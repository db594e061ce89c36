/*
 * CAUTION: reference firmware, to be reviewed; NOT a certified motion controller.
 * Rehearse every new arm and plan with the pen lifted and the arm unloaded, keep
 * hands clear of a moving arm, keep a power switch within reach, and check the
 * pin numbers and pulse ranges against your motors' and drivers' documentation
 * (and follow their makers' instructions and local rules) before the first run.
 */
/* The board's own per-sample safety check and the controlled stop. */
#include "ink_check.h"
#include "ink_output.h"
#include "inkreach_config.h"

static const int32_t lo[2] = {INK_Q1_MIN, INK_Q2_MIN};
static const int32_t hi[2] = {INK_Q1_MAX, INK_Q2_MAX};

static int32_t iabs(int32_t x)
{
    return x < 0 ? -x : x;
}

int32_t ink_braking_distance(int32_t speed)
{
    int64_t s = iabs(speed), m = s / INK_DDQ_MAX;
    return (int32_t)(m * s - (int64_t)INK_DDQ_MAX * m * (m + 1) / 2);
}

uint8_t ink_check_sample(const int32_t q[2], const int32_t v[2], const int32_t q_new[2],
                         uint8_t pen, uint8_t from_rest, int32_t *value)
{
    uint8_t j;
    int32_t d, dd, end;
    *value = 0;
    if (pen > 1) {
        *value = pen;
        return INK_F_PEN;
    }
    for (j = 0; j < 2; j++) {
        if (q_new[j] < lo[j] || q_new[j] > hi[j]) {
            *value = q_new[j];
            return INK_F_LIMIT;
        }
    }
    for (j = 0; j < 2; j++) {
        d = q_new[j] - q[j];
        if (iabs(d) > INK_DQ_MAX) {
            *value = d;
            return from_rest ? INK_F_FIRST : INK_F_SPEED;
        }
    }
    for (j = 0; j < 2; j++) {
        dd = (q_new[j] - q[j]) - v[j];
        if (iabs(dd) > INK_DDQ_MAX) {
            *value = dd;
            return from_rest ? INK_F_FIRST : INK_F_ACCEL;
        }
    }
    for (j = 0; j < 2; j++) {
        d = q_new[j] - q[j];
        end = d >= 0 ? q_new[j] + ink_braking_distance(d) : q_new[j] - ink_braking_distance(d);
        if (end < lo[j] || end > hi[j]) {
            *value = end;
            return INK_F_LIMIT;
        }
    }
#if INK_DRIVE == 1
    for (j = 0; j < 2; j++) {
        d = ink_stepper_steps(j, q_new[j]) - ink_stepper_steps(j, q[j]);
        if (iabs(d) > INK_MAX_STEPS_PER_PERIOD) {
            *value = d;
            return INK_F_STEP_RATE;
        }
    }
#endif
    return INK_F_NONE;
}

uint8_t ink_ramp_step(int32_t q[2], int32_t v[2])
{
    uint8_t j;
    for (j = 0; j < 2; j++) {
        if (v[j] > INK_DDQ_MAX)
            v[j] -= INK_DDQ_MAX;
        else if (v[j] < -INK_DDQ_MAX)
            v[j] += INK_DDQ_MAX;
        else
            v[j] = 0;
        q[j] += v[j];
        /* last resort only: the check keeps the braking distance inside the limits */
        if (q[j] < lo[j]) {
            q[j] = lo[j];
            v[j] = 0;
        } else if (q[j] > hi[j]) {
            q[j] = hi[j];
            v[j] = 0;
        }
    }
    return v[0] == 0 && v[1] == 0;
}
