/*
 * CAUTION: reference firmware, to be reviewed; NOT a certified motion controller.
 * Rehearse every new arm and plan with the pen lifted and the arm unloaded, keep
 * hands clear of a moving arm, keep a power switch within reach, and check the
 * pin numbers and pulse ranges against your motors' and drivers' documentation
 * (and follow their makers' instructions and local rules) before the first run.
 */
#include "ink_ring.h"

void ink_ring_clear(struct ink_ring *r, uint32_t next)
{
    r->head = 0;
    r->count = 0;
    r->next = next;
}

uint16_t ink_ring_free(const struct ink_ring *r)
{
    return (uint16_t)(INK_CAPACITY - r->count);
}

uint8_t ink_ring_push(struct ink_ring *r, int32_t q1, int32_t q2, uint8_t pen)
{
    uint16_t at;
    if (r->count >= INK_CAPACITY)
        return 0;
    at = (uint16_t)((r->head + r->count) % INK_CAPACITY);
    r->q1[at] = q1;
    r->q2[at] = q2;
    r->pen[at] = pen;
    r->count++;
    r->next++;
    return 1;
}

uint8_t ink_ring_peek(const struct ink_ring *r, int32_t *q1, int32_t *q2, uint8_t *pen,
                      uint32_t *index)
{
    if (r->count == 0)
        return 0;
    *q1 = r->q1[r->head];
    *q2 = r->q2[r->head];
    *pen = r->pen[r->head];
    *index = r->next - r->count;
    return 1;
}

void ink_ring_drop(struct ink_ring *r)
{
    if (r->count == 0)
        return;
    r->head = (uint16_t)((r->head + 1) % INK_CAPACITY);
    r->count--;
}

*WORK TASK*
Return exactly the lines from the line bearing "uint8_t ink_ring_peek(const struct" to the end of the records, inclusive of both; include no other lines.

*RESPONSE BELOW*
uint8_t ink_ring_peek(const struct ink_ring *r, int32_t *q1, int32_t *q2, uint8_t *pen,
                      uint32_t *index)
{
    if (r->count == 0)
        return 0;
    *q1 = r->q1[r->head];
    *q2 = r->q2[r->head];
    *pen = r->pen[r->head];
    *index = r->next - r->count;
    return 1;
}

void ink_ring_drop(struct ink_ring *r)
{
    if (r->count == 0)
        return;
    r->head = (uint16_t)((r->head + 1) % INK_CAPACITY);
    r->count--;
}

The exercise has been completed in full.